Daniela Rocca (12 September 1937 – 28 May 1995) was an Italian actress, model and writer.

Biography
Rocca was born and raised in Acireale, a small town near Catania. She became Miss Catania in 1953, and was discovered by talent scouts after competing in a Miss Italy competition.

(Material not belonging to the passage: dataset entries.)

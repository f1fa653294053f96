#include "covergrid/output/cube.hpp"

#include "covergrid/engine/output_location.hpp"
#include "covergrid/engine/random.hpp"
#include "covergrid/engine/error.hpp"
#include "covergrid/engine/sha256.hpp"
#include "covergrid/methods/registry.hpp"
#include "covergrid/version.hpp"

#include <fmt/format.h>

#include <fcntl.h>
#include <sys/stat.h>
#include <unistd.h>

#include <algorithm>
#include <cerrno>
#include <cmath>
#include <chrono>
#include <cstdio>
#include <cstring>
#include <ctime>
#include <filesystem>
#include <optional>
#include <set>
#include <string_view>

namespace covergrid::output {

namespace fs = std::filesystem;
using engine::Metric;
using engine::Stat;

std::string partial_path(const std::string& cube_path) { return cube_path + ".partial"; }

namespace {

std::string utc_now() {
  const std::time_t t = std::chrono::system_clock::to_time_t(std::chrono::system_clock::now());
  std::tm tm{};
  gmtime_r(&t, &tm);
  char buf[32];
  std::strftime(buf, sizeof buf, "%Y-%m-%dT%H:%M:%SZ", &tm);
  return buf;
}

/// Whether `name` ("/group/dataset") is a dataset of the cube layout.
/// The names of an object's attributes.
std::vector<std::string> attribute_names(hid_t object) {
  H5O_info_t oinfo;
  check(H5Oget_info2(object, &oinfo, H5O_INFO_NUM_ATTRS), "read attributes");
  std::vector<std::string> out;
  for (hsize_t i = 0; i < oinfo.num_attrs; ++i) {
    char name[256];
    const ssize_t len =
        H5Aget_name_by_idx(object, ".", H5_INDEX_NAME, H5_ITER_INC, i, name, sizeof name, H5P_DEFAULT);
    if (len < 0) throw CubeError("cannot read an attribute name");
    out.emplace_back(name);
  }
  return out;
}

bool known_dataset(const std::string& name) {
  static const std::set<std::string> known = [] {
    std::set<std::string> k;
    for (const char* group : {"/summary/", "/exact/", "/mc/"})
      for (const char* axis : {"model", "side", "level", "method", "n", "p"})
        k.insert(std::string(group) + axis);
    for (auto m : engine::metric_names) k.insert("/exact/" + std::string(m));
    for (auto m : engine::mc_metric_names) k.insert("/mc/" + std::string(m));
    k.insert("/mc/replicates");
    for (auto s : engine::stat_names) k.insert("/summary/" + std::string(s));
    for (std::size_t i = 0; i < engine::grid_stat_count; ++i)
      k.insert("/summary/mc_" + std::string(engine::stat_names[i]));
    k.insert("/progress/done");
    k.insert("/progress/shard_chunks");
    return k;
  }();
  return known.count(name) > 0;
}

/// A text attribute, or `fallback` when it is missing or cannot be read.
std::string text_attr_or(hid_t obj, const std::string& name, const std::string& fallback) {
  try {
    return has_attr(obj, name) ? get_attr_string(obj, name) : fallback;
  } catch (const CubeError&) {
    return fallback;
  }
}

/// The scenario checksum and completeness of an existing cube, or throws
/// InputError when it is not a readable covergrid cube.
struct Existing {
  std::string sha;
  bool complete;
  std::string shard;
};

Existing read_existing(const std::string& path) {
  try {
    File f = File::open(path, false);
    const hid_t root = f.id();
    if (!has_attr(root, "format") || get_attr_string(root, "format") != cube_format_name)
      throw InputError(path,
                       "exists and is not a covergrid cube; not touching it (use --overwrite to replace it)");
    return {get_attr_string(root, "scenario_sha256"), get_attr_int(root, "complete") != 0,
            has_attr(root, "shard") ? get_attr_string(root, "shard") : std::string("all")};
  } catch (const CubeError&) {
    throw InputError(
        path, "exists and is not a readable covergrid cube; not touching it (use --overwrite to replace it)");
  }
}

}  // namespace

// ---------------------------------------------------------------- journal

namespace {

constexpr char journal_magic[8] = {'C', 'G', 'J', 'O', 'U', 'R', 'N', '1'};
constexpr std::uint32_t record_magic = 0x31484B43;  // "CKH1"
constexpr std::size_t journal_header_size = 8 + 4 + 4 + 64 + 8 * 4;
constexpr std::size_t record_header_size = 4 + 4 + 8 + 8 + 8;

/// Journal format versions: 1 checksums each record's payload only and its
/// header not at all; 2 (written now) also covers a record's chunk id and
/// size and the header itself, so a flipped byte there is seen as damage
/// rather than read as another chunk or another scenario. Both are read.
constexpr std::uint32_t journal_version = 2;

/// Word-wise FNV-1a style checksum of a record's payload (catches torn and
/// stale records; not a cryptographic hash).
std::uint64_t checksum(const char* data, std::size_t size) {
  std::uint64_t h = 0xcbf29ce484222325ull;
  std::size_t i = 0;
  for (; i + 8 <= size; i += 8) {
    std::uint64_t w;
    std::memcpy(&w, data + i, 8);
    h = (h ^ w) * 0x100000001b3ull;
  }
  for (; i < size; ++i) h = (h ^ static_cast<unsigned char>(data[i])) * 0x100000001b3ull;
  return h;
}

/// A record's checksum: the payload's, and from version 2 on also its chunk
/// id and size.
std::uint64_t record_checksum(std::uint32_t version, std::uint64_t id, const char* data, std::size_t size) {
  std::uint64_t h = checksum(data, size);
  if (version >= 2) {
    h = (h ^ id) * 0x100000001b3ull;
    h = (h ^ static_cast<std::uint64_t>(size)) * 0x100000001b3ull;
  }
  return h;
}

template <class T>
void put(std::string& out, const T& v) {
  out.append(reinterpret_cast<const char*>(&v), sizeof v);
}
void put_vector(std::string& out, const std::vector<double>& v) {
  put(out, static_cast<std::uint64_t>(v.size()));
  out.append(reinterpret_cast<const char*>(v.data()), v.size() * sizeof(double));
}

class Reader {
 public:
  Reader(const char* data, std::size_t size) : p_(data), end_(data + size) {}
  template <class T>
  T get() {
    T v;
    need(sizeof v);
    std::memcpy(&v, p_, sizeof v);
    p_ += sizeof v;
    return v;
  }
  void get_vector(std::vector<double>& v) {
    const auto size = get<std::uint64_t>();
    // Compared as a count, never as size * 8, which wraps for a crafted size
    // (2^61 + 1 times 8 is 8) and would let resize() try 2^61 elements.
    if (size > static_cast<std::uint64_t>(end_ - p_) / sizeof(double))
      throw CubeError("journal record is shorter than its contents");
    v.resize(size);
    // An empty vector's data() may be null, and memcpy's arguments must
    // not be even for 0 bytes (found by scripts/fuzz under UBSan).
    if (size > 0) std::memcpy(v.data(), p_, size * sizeof(double));
    p_ += size * sizeof(double);
  }

 private:
  void need(std::size_t k) const {
    if (static_cast<std::size_t>(end_ - p_) < k)
      throw CubeError("journal record is shorter than its contents");
  }
  const char* p_;
  const char* end_;
};

}  // namespace

namespace {

/// The bytes encode_chunk writes for `r`.
std::size_t encoded_size(const engine::ChunkResult& r) {
  std::size_t bytes = 1;
  auto add = [&](const auto& vectors) {
    for (const auto& v : vectors) bytes += 8 + v.size() * sizeof(double);
  };
  if (r.has_exact) add(r.exact);
  if (r.has_row_stats) add(r.row_stats);
  if (r.has_grid_stats) add(r.grid_stats);
  if (r.has_mc) {
    add(r.mc);
    bytes += 8 + r.mc_replicates.size() * sizeof(double);
  }
  if (r.has_mc_grid_stats) add(r.mc_grid_stats);
  return bytes;
}

/// Appends the encoding of `r` to `out` (one reservation, no regrowth).
void encode_into(std::string& out, const engine::ChunkResult& r) {
  out.reserve(out.size() + encoded_size(r));
  const std::uint8_t flags = static_cast<std::uint8_t>((r.has_exact ? 1 : 0) | (r.has_row_stats ? 2 : 0) |
                                                       (r.has_grid_stats ? 4 : 0) | (r.has_mc ? 8 : 0) |
                                                       (r.has_mc_grid_stats ? 16 : 0));
  put(out, flags);
  if (r.has_exact)
    for (const auto& v : r.exact) put_vector(out, v);
  if (r.has_row_stats)
    for (const auto& v : r.row_stats) put_vector(out, v);
  if (r.has_grid_stats)
    for (const auto& v : r.grid_stats) put_vector(out, v);
  if (r.has_mc) {
    for (const auto& v : r.mc) put_vector(out, v);
    put_vector(out, r.mc_replicates);
  }
  if (r.has_mc_grid_stats)
    for (const auto& v : r.mc_grid_stats) put_vector(out, v);
}

}  // namespace

std::string encode_chunk(const engine::ChunkResult& r) {
  std::string out;
  encode_into(out, r);
  return out;
}

void decode_chunk(const char* data, std::size_t size, engine::ChunkResult& r) {
  Reader in(data, size);
  const auto flags = in.get<std::uint8_t>();
  r.has_exact = flags & 1;
  r.has_row_stats = flags & 2;
  r.has_grid_stats = flags & 4;
  r.has_mc = flags & 8;
  r.has_mc_grid_stats = flags & 16;
  if (r.has_exact)
    for (auto& v : r.exact) in.get_vector(v);
  if (r.has_row_stats)
    for (auto& v : r.row_stats) in.get_vector(v);
  if (r.has_grid_stats)
    for (auto& v : r.grid_stats) in.get_vector(v);
  if (r.has_mc) {
    for (auto& v : r.mc) in.get_vector(v);
    in.get_vector(r.mc_replicates);
  }
  if (r.has_mc_grid_stats)
    for (auto& v : r.mc_grid_stats) in.get_vector(v);
}

namespace {

/// Writes at an explicit offset (the end of the last valid record), so the
/// descriptor's own position never matters.
void write_all(int fd, const char* data, std::size_t size, std::uint64_t offset, const std::string& path) {
  while (size > 0) {
    const ssize_t k = ::pwrite(fd, data, size, static_cast<off_t>(offset));
    if (k < 0) {
      if (errno == EINTR) continue;
      if (out_of_space_errno(errno))
        throw OutOfSpace(fmt::format("cannot write {}: {}", path, out_of_space_text));
      throw CubeError(fmt::format("cannot write {}: {}", path, std::strerror(errno)));
    }
    data += k;
    size -= static_cast<std::size_t>(k);
    offset += static_cast<std::uint64_t>(k);
  }
}

bool read_at(int fd, char* data, std::size_t size, std::uint64_t offset) {
  while (size > 0) {
    const ssize_t k = ::pread(fd, data, size, static_cast<off_t>(offset));
    if (k < 0 && errno == EINTR) continue;
    if (k <= 0) return false;
    data += k;
    size -= static_cast<std::size_t>(k);
    offset += static_cast<std::uint64_t>(k);
  }
  return true;
}

struct JournalHeader {
  std::string sha;
  std::uint32_t version = 0;
  std::uint64_t n_block = 0, p_block = 0, chunks = 0, combos = 0;
  /// Why the header cannot be trusted ("" when it can): the file starts as a
  /// journal of ours but the rest of its header is damaged.
  std::string damage;
};

/// The header's own checksum (version 2), stored in its 32-bit field after
/// the version; computed with that field zero.
std::uint32_t header_checksum(std::string bytes) {
  std::memset(bytes.data() + 12, 0, 4);
  // Folded: the low half of a product depends only on the low halves of its
  // factors, so the low 32 bits alone would miss changes in a word's high half.
  const std::uint64_t h = checksum(bytes.data(), bytes.size());
  return static_cast<std::uint32_t>(h ^ (h >> 32));
}

std::string header_bytes(const engine::Scenario& s, const engine::Plan& plan) {
  std::string out(journal_magic, 8);
  put(out, journal_version);
  put(out, std::uint32_t{0});
  std::string sha = s.sha256;
  sha.resize(64, ' ');
  out += sha;
  put(out, static_cast<std::uint64_t>(plan.n_block));
  put(out, static_cast<std::uint64_t>(plan.p_block));
  put(out, static_cast<std::uint64_t>(plan.chunks.size()));
  put(out, static_cast<std::uint64_t>(engine::combo_count(s)));
  const std::uint32_t sum = header_checksum(out);
  std::memcpy(out.data() + 12, &sum, 4);
  return out;
}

Rocca made her film debut in French director Maurice Cloche's Marchands de Filles (1957) and also appeared in the Riccardo Freda film Caltiki – The Immortal Monster (Caltiki – il mostro immortale, 1959), and Esther and the King (1960). More film roles followed, but Rocca did not garner international attention until Divorce, Italian Style (Divorzio all'Italiana, 1961). Rocca became a star after playing the part of the smothering wife Marcello Mastroianni is desperate to escape in Pietro Germi's international box-office hit. Rocca fell in love with Germi during filming and attempted suicide when he rejected her. After that, she was considered unstable and was not offered significant roles. A nervous breakdown led to a stay in a mental hospital.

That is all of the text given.